P comme Pluvieux

P-Thomas-PluvieuxThomas Pluvieux

7 mars 1818, vingt heures. Le temps est à la pluie (ou du moins est-ce fort probable). Le petit garçon que l’on découvre ce jour-là a environ une semaine. L’officier d’état civil lui donnera le nom de Thomas Pluvieux.

Près de vingt-sept ans ont passé, ce 3 février 1845. Thomas Pluvieux se marie. Il épouse Joséphine Muzard (ou Marie ou Marie Joséphine selon les actes : dans l’Yonne, on adore changer de prénom).

Le couple, installé à Chamvres où Thomas est vigneron manouvrier, aura pas moins de huit enfants, dont seulement trois atteindront l’âge adulte :
– Alexandre Thomas (1846), qui, devenu gendarme, se marie en 1873 à Domecy-sur-Cure,
– Marie Joséphine (1847-1848), dite Joséphine Alexandrine sur son acte de décès,
– Élisabeth (1851-1852), dite Élisabeth Léontine sur son acte de décès,
– Virginie (1853-1854),
– Alexandrine (1856-1857), dite Amélie Alexandrine sur son acte de décès,
– Gustave (1857), qui deviendra tonnelier et qui épouse en 1885 Clémence Jeanssens, cuisinière, avec laquelle il aura au moins deux enfants,
– Ernest (1859-1865),
– Julienne (1862-1890), qui épouse en 1881 le tourneur en cuivre Jules Alexandre Bennetier, avec lequel elle aura au moins trois enfants, et qui décède à l’âge de 28 ans à l’hospice de Sens.

Thomas Pluvieux, qui ne signe ni son acte de mariage, ni les actes de naissance de ses enfants, signera, d’une main malhabile, leurs actes de mariage.

P-Thomas-Pluvieux-signatureSignature de Thomas Pluvieux.

Devenu veuf en 1897, il décède l’année suivante, le 4 octobre 1898, à l’âge de 80 ans.

Prospert Pain

Prospert avec un t a été abandonné à la porte de l’hospice de Joigny le 3 octobre 1820. Le nouveau-né était porteur d’un billet, rédigé la veille, et dont la formule de politesse finale sort quelque peu de l’ordinaire :

« Le deux octobre 1820. Mesdames, nous vous recommandons cet enfant, de le mettre entre les mains d’une bonne nourrice, si c’est un effet de votre bonté, de lui donner le nom de Prospert. Salut, fraternité, Mesdames. »

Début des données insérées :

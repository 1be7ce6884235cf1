import { sql } from 'kysely'
import type { Actor } from '@/lib/auth/actor'
import type { Trx } from '@/lib/db/client'
import { refuse } from '@/lib/http/errors'
import { isTypeAsStated } from '../rules/finding'
import type { TestTypeInput } from '../schema'
import { assertState, findBatch, staleRow } from './find-batch'

/** The emulsion-type test. A result against the formula's type, or a second test, asks for a reason. */
export async function testEmulsionType(trx: Trx, actor: Actor, code: string, input: TestTypeInput) {
  const batch = await findBatch(trx, code)
  assertState(batch, ['resting'], 'The emulsion-type test belongs to the rest after making.')
  if (batch.version !== input.version) throw await staleRow(trx, 'batch', batch.id, code)
  if (!isTypeAsStated(batch.emulsionType, input.found) && !input.reason) {
    throw refuse.invalid(
      `${code} was designed ${batch.emulsionType} and the test says ${input.found}. Test again, or say what you make of it.`,
      { reason: 'Say what you make of it.' },
    )
  }
  if (batch.emulsionTypeFound !== null && !input.reason) {
    throw refuse.invalid(`${code} was tested already. Say why the result is corrected.`, {
      reason: 'Say why the result is corrected.',
    })
  }
  return trx
    .updateTable('batch')
    .set({
      emulsionTypeMethod: input.method,
      emulsionTypeFound: input.found,
      emulsionTypeReason: input.reason || null,
      conductivityUsCm: input.conductivityUsCm,
      testedBy: actor.personId,
      testedAt: sql<string>`app_now()`,
      version: input.version + 1,
    })
    .where('id', '=', batch.id)
    .returning(['code', 'state', 'version', 'emulsionTypeFound'])
    .executeTakeFirstOrThrow()
}
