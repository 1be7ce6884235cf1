import { sql } from 'kysely'
import type { Actor } from '@/lib/auth/actor'
import type { Trx } from '@/lib/db/client'
import { refuse } from '@/lib/http/errors'
import { restHours } from '../rules/rest'
import type { DecideInput } from '../schema'
import { assertState, findBatch, staleRow } from './find-batch'

/** Released for studies or rejected, both for good. A rejection, and a release before the rest is over, say why. */
export async function decideBatch(trx: Trx, actor: Actor, code: string, input: DecideInput) {
  const batch = await findBatch(trx, code)
  const isRelease = input.decision === 'released'
  assertState(
    batch,
    isRelease ? ['resting'] : ['making', 'resting'],
    isRelease && batch.state === 'making'
      ? 'Weigh its lines, do its steps and give the yield first.'
      : 'That is not decided twice; make a new batch.',
  )
  if (batch.version !== input.version) throw await staleRow(trx, 'batch', batch.id, code)
  if (isRelease && batch.emulsionTypeFound === null) {
    throw refuse.conflict(`${code} has no emulsion-type test yet. Test it, then release it.`)
  }
  if (!isRelease && !input.reason) {
    throw refuse.invalid(`Say why ${code} is rejected.`, { reason: 'Say why it is rejected.' })
  }
  if (isRelease && !input.reason && (batch.restedHours ?? 0) < restHours.least) {
    throw refuse.invalid(
      `${code} has not rested ${restHours.least} h yet. Wait, or say why it is released now.`,
      { reason: 'Say why it is released before the rest is over.' },
    )
  }
  return trx
    .updateTable('batch')
    .set({ state: input.decision, decisionReason: input.reason || null, decidedBy: actor.personId })
    .set({ decidedAt: sql<string>`app_now()`, version: input.version + 1 })
    .where('id', '=', batch.id)
    .returning(['code', 'state', 'version'])
    .executeTakeFirstOrThrow()
}
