/**
 * Codes of jars: four characters and one that checks them.
 *
 * The alphabet leaves out whatever a gloved hand or a tired eye confuses (0 O, 1 I L, 5 S, 2 Z, 8 B, 6 G,
 * 9 Q, U V) and the vowels, so that no code reads as a word. It has 23 characters, a prime: with the weights
 * 1 to 5 every single wrong character and every swap of two characters is caught.
 */
const alphabet = '23456789CDFHJKMNPRTVWXY'
const size = alphabet.length
/** 5 × 14 = 70 = 1 (mod 23): the inverse of the check character's own weight. */
const inverseOfFive = 14

export function jarCode(random: () => number): string {
  const picks = Array.from({ length: 4 }, () => Math.min(size - 1, Math.floor(random() * size)))
  const check = ((size - (weighted(picks) % size)) * inverseOfFive) % size
  return [...picks, check].map((pick) => alphabet[pick]).join('')
}

/** Distinct codes; the caller refuses those that are already on a jar. */
export function jarCodes(count: number, random: () => number): string[] {
  const codes = new Set<string>()
  while (codes.size < count) codes.add(jarCode(random))
  return [...codes]
}

export function isJarCode(text: string): boolean {
  if (text.length !== 5) return false
  const places = [...text].map((character) => alphabet.indexOf(character))
  return !places.includes(-1) && weighted(places) % size === 0
}

/**
 * What a scanner or a person gave, as a code: small letters, spaces, dots and hyphens are let pass, and so
 * are the station in front of it ("45·J4PC7") and an address that ends in it. Null where it is no code.
 */
export function readJarCode(text: string): string | null {
  const last = text.trim().toUpperCase().split('/').at(-1) ?? ''
  const behindStation = last.replace(/^(?:[-−]?\d{1,2}|FT)\s*[·.:]\s*/u, '')
  for (const candidate of [last, behindStation]) {
    const bare = candidate.replace(/[\s·.:-]/gu, '')
    if (isJarCode(bare)) return bare
  }
  return null
}

/** As labels and screens say it: the station first, for the walk back to it. */
export function namedJar(
  code: string,
  station: { temperatureC: number | null; isFreezeThaw: boolean } | null,
) {
  if (!station) return code
  if (station.isFreezeThaw) return `FT·${code}`
  return station.temperatureC === null ? code : `${String(station.temperatureC).replace('-', '−')}·${code}`
}

function weighted(places: number[]): number {
  return places.reduce((sum, place, index) => sum + place * (index + 1), 0)
}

Pour une raison qui m’échappe, Prospert partira pour l’arrondissement de Versailles. En marge de son acte de « naissance », il est indiqué qu’il y est décédé le 3 octobre 1822, deux ans jour pour jour après avoir été trouvé à la porte de l’hospice.

Julie Poirier

P-Julie-PoirierLe 7 avril 1821, à neuf heures du soir, on découvre, devant la porte de l’hospice, un bébé nouveau-né, auquel l’officier d’état civil donnera le nom de Julie Poirier.

15 mai 1828. Julie Poirier a désormais sept ans, et elle n’est plus orpheline. Elle vient en effet d’être reconnue par Marie-Anne Messager, une domestique âgée de 32 ans, native de Chamvres, où sont décédés de trop nombreux enfants abandonnés. Julie s’est-elle facilement adaptée à cette nouvelle condition ? A-t-elle pardonné à sa mère de l’avoir abandonnée ? A-t-elle eu une vie heureuse ? Autant de questions sans réponse.

Et aussi : Julien Page, Bathilde Paille, Jean-Baptiste Paillot, Jean Palme, Pétronille Pédale, Ursule Pelisse, Marguerite Pelle, Henry Persil, Marie Rosalie Pichon, Clotilde Pièce, Victor Pincette, Colombe Pincette, Ferdinand Pincette, Valéry Plaine, Agathe Plantin, Hilaire Plateau, Madeleine Plume, Louis Plumet, Julien Poire, Jean Poivrier, Thomas Porte, Blaise Potier, Antoine Pousset, Aldon Précoce, Delphine Prés, Benoît Printemps, Louis Privas, Joseph Pulis.